Hi, I’m obviously not a legal expert or tying to give advice in any way here. However, from “my” understanding “all” cookies must still be declared and site owners are “responsible” for any third party cookies in use on their websites. This includes cookies set by social media functions - social share buttons, links and video embeds. These type of cookies generally track information that “could” be combined with other information collected via third-party content to create a user “profile”.
Currently, Jupiter appears to set an awful lot of cookies relating to various social media functionality. In the interest of fairness, this may also apply equally to other themes right now though!

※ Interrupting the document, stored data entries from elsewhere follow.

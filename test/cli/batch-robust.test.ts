/**
 * Defects of the batch command found by a hostile-user review, each pinned by
 * a test that failed before the fix: nothing lost, nothing silent.
 */
import { describe, it, expect, afterAll } from 'vitest';
import { batchCli as batch, scratchDir } from './helpers';

const scratch = scratchDir('batch-robust-');
const file = scratch.file;
afterAll(() => scratch.remove());

describe('batch: one bad quote does not end the run or drop rows (defect 3)', () => {
  it('a malformed quoted field past the first 64 KiB read chunk becomes an error row; every other row is written', async () => {
    const sites = file('s.csv', 'name,lat_deg,lon_deg\nFenwick Rise,66.2,18.4\n');
    // 3,000 fill-value rows (skipped cheaply; 150 KB, past the 64 KiB read chunk), then the stray quote, then two computed rows.
    const fill = Array.from({ length: 3000 }, (_, i) => `2025-03-20T${String(i % 24).padStart(2, '0')}:00:00Z,9999.99,-3.000000,1.000000`);
    const lines = ['time,pdyn_npa,bz_nt,by_nt', ...fill, '2025-03-21T00:00:00Z,"2.0"x,-3.0,1.0', '2025-03-21T01:00:00Z,2.0,-3.0,1.0', '2025-03-21T02:00:00Z,3.0,-6.0,"0.0"'];
    const cond = file('c.csv', lines.join('\n') + '\n');
    const r = await batch(['--sites', sites, '--conditions', cond, '--workers', '1', '--format', 'json', '--internal', 'dipole']);
    expect(r.code, r.err).toBe(3); // some rows failed: documented exit code
    const rows = r.out.trim().split('\n').slice(1).map((l) => JSON.parse(l) as Record<string, unknown>);
    expect(rows.length).toBe(3003);
    expect(rows.filter((x) => x.skipped).length).toBe(3000);
    const bad = rows.filter((x) => x.error);
    expect(bad.length).toBe(1);
    expect(String(bad[0].error)).toBe('conditions line 3002: text after a closing quote; row not read');
    expect(rows.filter((x) => !x.error && !x.skipped).map((x) => x.conditions_line)).toEqual([3003, 3004]);
  });
});

import { spawn } from 'node:child_process';
import { readFileSync, existsSync, linkSync, readdirSync } from 'node:fs';
import { dirname } from 'node:path';
import { EXIT_USAGE, EXIT_FAILURE, EXIT_OK, EXIT_SIGINT, EXIT_SIGTERM } from '../../src/cli/exit-codes';
import { SITES_PER_JOB } from '../../src/cli/batch/compute';

const ROOT = new URL('../..', import.meta.url).pathname;

/** The CLI in a child process (node with the tsx loader, no wrapper that could swallow a signal); `kill` is sent once stderr shows progress. */
function spawnBatchAndSignal(args: string[], signal: NodeJS.Signals): Promise<{ code: number | null; err: string }> {
  return new Promise((resolve, reject) => {
    const child = spawn(process.execPath, ['--import', 'tsx', 'src/cli/main.ts', 'batch', ...args], { cwd: ROOT, stdio: ['ignore', 'ignore', 'pipe'] });
    let err = '';
    let sent = false;
    const timer = setTimeout(() => { child.kill('SIGKILL'); reject(new Error(`no progress within 60 s: ${err}`)); }, 60_000);
    child.stderr.setEncoding('utf8');
    child.stderr.on('data', (t: string) => {
      err += t;
      if (!sent && /rows\/s/.test(err)) { sent = true; child.kill(signal); }
    });
    child.on('exit', (code) => { clearTimeout(timer); resolve({ code, err }); });
  });
}

/** A series long enough that the run is still going when the signal comes (minutes at full speed). */
function longSeries(name: string): string {
  const rows = Array.from({ length: 5000 }, (_, i) => `2025-03-${String(20 + Math.floor(i / 1440)).padStart(2, '0')}T${String(Math.floor(i / 60) % 24).padStart(2, '0')}:${String(i % 60).padStart(2, '0')}:00Z,${2 + (i % 5)},${-(i % 11)},1`);
  return file(name, ['time,pdyn_npa,bz_nt,by_nt', ...rows].join('\n') + '\n');
}

const SITES = 'name,lat_deg,lon_deg\nFenwick Rise,66.2,18.4\nMarrow Point,60.1,-150.3\nOxcombe,-70.5,40.0\n';

describe('batch: the output is never an input (defect 1)', () => {
  it('refuses --out equal to the conditions file (exit 2) and leaves it as it was', async () => {
    const sites = file('s1.csv', SITES);
    const text = 'time,pdyn_npa,bz_nt\n2025-03-20T20:00:00Z,2,-1\n';
    const cond = file('c1.csv', text);
    const r = await batch(['--sites', sites, '--conditions', cond, '--out', cond]);
    expect(r.code).toBe(EXIT_USAGE);
    expect(r.err).toMatch(/--out: .*c1\.csv is the --conditions input file; writing there would destroy it/);
    expect(readFileSync(cond, 'utf8')).toBe(text);
  });

  it('refuses --out that is the sites file under another name (a hard link: same inode)', async () => {
    const sites = file('s2.csv', SITES);
    const other = scratch.path('s2-link.csv');
    linkSync(sites, other);
    const r = await batch(['--sites', sites, '--time', '2025-03-20T22:00:00Z', '--out', other]);
    expect(r.code).toBe(EXIT_USAGE);
    expect(r.err).toMatch(/is the --sites input file/);
    expect(readFileSync(sites, 'utf8')).toBe(SITES);
  });
});

describe('batch: an interrupted run never looks complete (defect 2)', () => {
  it('SIGINT: exit 130, the earlier result at --out untouched, no temporary file left, what was done on stderr', async () => {
    const sites = file('s3.csv', SITES);
    const cond = longSeries('long3.csv');
    const out = file('table3.csv', 'an earlier good result\n');
    const r = await spawnBatchAndSignal(['--sites', sites, '--conditions', cond, '--out', out, '--workers', '1', '--progress', '--internal', 'dipole'], 'SIGINT');
    expect(r.code, r.err).toBe(EXIT_SIGINT);
    expect(readFileSync(out, 'utf8')).toBe('an earlier good result\n');
    expect(r.err).toMatch(/stopped by SIGINT after \d+ rows \(\d+ conditions\).*table3\.csv left untouched; nothing kept/);
    expect(readdirSync(dirname(out)).filter((f) => f.includes('table3.csv.writing'))).toEqual([]);
  }, 90_000);

  it('SIGTERM with --keep-partial: exit 143, the rows so far in <out>.partial (valid GeoJSON), the target not created', async () => {
    const sites = file('s4.csv', SITES);
    const cond = longSeries('long4.csv');
    const out = scratch.path('table4.geojson');
    const r = await spawnBatchAndSignal(['--sites', sites, '--conditions', cond, '--out', out, '--workers', '2', '--progress', '--format', 'geojson', '--keep-partial', '--internal', 'dipole'], 'SIGTERM');
    expect(r.code, r.err).toBe(EXIT_SIGTERM);
    expect(existsSync(out)).toBe(false);
    expect(r.err).toMatch(/stopped by SIGTERM .*the rows written so far are in .*table4\.geojson\.partial \(incomplete\)/);
    const partial = JSON.parse(readFileSync(out + '.partial', 'utf8')) as { type: string; features: unknown[] };
    expect(partial.type).toBe('FeatureCollection');
    expect(partial.features.length % 3).toBe(0);
  }, 90_000);
});

describe('batch: exit codes hold for every failure (defect 4)', () => {
  it('a write error (disk full) exits 1 with the reason, not 13', async () => {
    const sites = file('s5.csv', SITES);
    const r = await batch(['--sites', sites, '--time', '2025-03-20T22:00:00Z', '--out', '/dev/full', '--workers', '1', '--internal', 'dipole']);
    expect(r.code, r.err).toBe(EXIT_FAILURE);
    expect(r.err).toMatch(/failed: .*ENOSPC/);
  });

  it('a run where every row was skipped says so on stderr (exit 0: nothing failed)', async () => {
    const sites = file('s6.csv', SITES);
    const cond = file('c6.csv', 'time,pdyn_npa,bz_nt\n2025-03-20T20:00:00Z,99.99,-1\n2025-03-20T21:00:00Z,,-1\n');
    const r = await batch(['--sites', sites, '--conditions', cond, '--workers', '1']);
    expect(r.code, r.err).toBe(EXIT_OK);
    expect(r.err).toMatch(/warning: no row was computed \(all 6 rows were skipped\)/);
  });
});

describe('batch: bounded work (defect 5)', () => {
  it('--workers above the cores is reduced to the cores, with a warning', async () => {
    const sites = file('s7.csv', SITES);
    const r = await batch(['--sites', sites, '--time', '2025-03-20T22:00:00Z', '--workers', '256', '--internal', 'dipole', '--format', 'json']);
    expect(r.code, r.err).toBe(EXIT_OK);
    expect(r.err).toMatch(/warning: --workers 256 is more than the \d+ cores of this machine; using \d+/);
  });

  it(`splits a condition with more than ${SITES_PER_JOB} sites into jobs (rows in flight bounded) and keeps every row in order`, async () => {
    const n = SITES_PER_JOB + 700;
    // Sites with an empty latitude: skipped rows, cheap, but each still a row of its own.
    const sites = file('s8.csv', ['name,lat_deg,lon_deg', ...Array.from({ length: n }, (_, i) => `p${i},,${i % 360}`)].join('\n') + '\n');
    const cond = file('c8.csv', 'time,pdyn_npa,bz_nt\n2025-03-20T20:00:00Z,2,-1\n2025-03-20T21:00:00Z,3,-2\n');
    const r = await batch(['--sites', sites, '--conditions', cond, '--workers', '2', '--format', 'json']);
    expect(r.code, r.err).toBe(EXIT_OK);
    expect(r.err).toMatch(new RegExp(`${2 * n} rows \\(${n} sites × 2 conditions\\)`));
    const rows = r.out.trim().split('\n').slice(1).map((l) => JSON.parse(l) as { conditions_line: number; sites_line: number });
    expect(rows.map((x) => `${x.conditions_line}:${x.sites_line}`)).toEqual([2, 3].flatMap((c) => Array.from({ length: n }, (_, i) => `${c}:${i + 2}`)));
  });
});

However, some cookies (like the mk-jupiter-love) cookie set by the heart/like icon have an expiry date of “335586 days”! If you haven’t done so already then I would recommend performing a free scan on cookiebot.com, it will shed some light on the extent of the issue.
Just note that even if you use a plugin like Cookiebot, you still have to manually add a code snippet to “every” single plugin being used on your site (that set cookies) so that it can prevent that plugin from settings cookies until permission has been given. This code then has to be added back into each of these plugins “every time” they are updated going forward. At least until plugin developers have made their plugins GDPR compliant. Managing cookies now appears to be very complex, so this topic should be at the top EU site owners list of priorities right now. We should also all be putting pressure on social media companies, theme and plugin developers to get on top of this.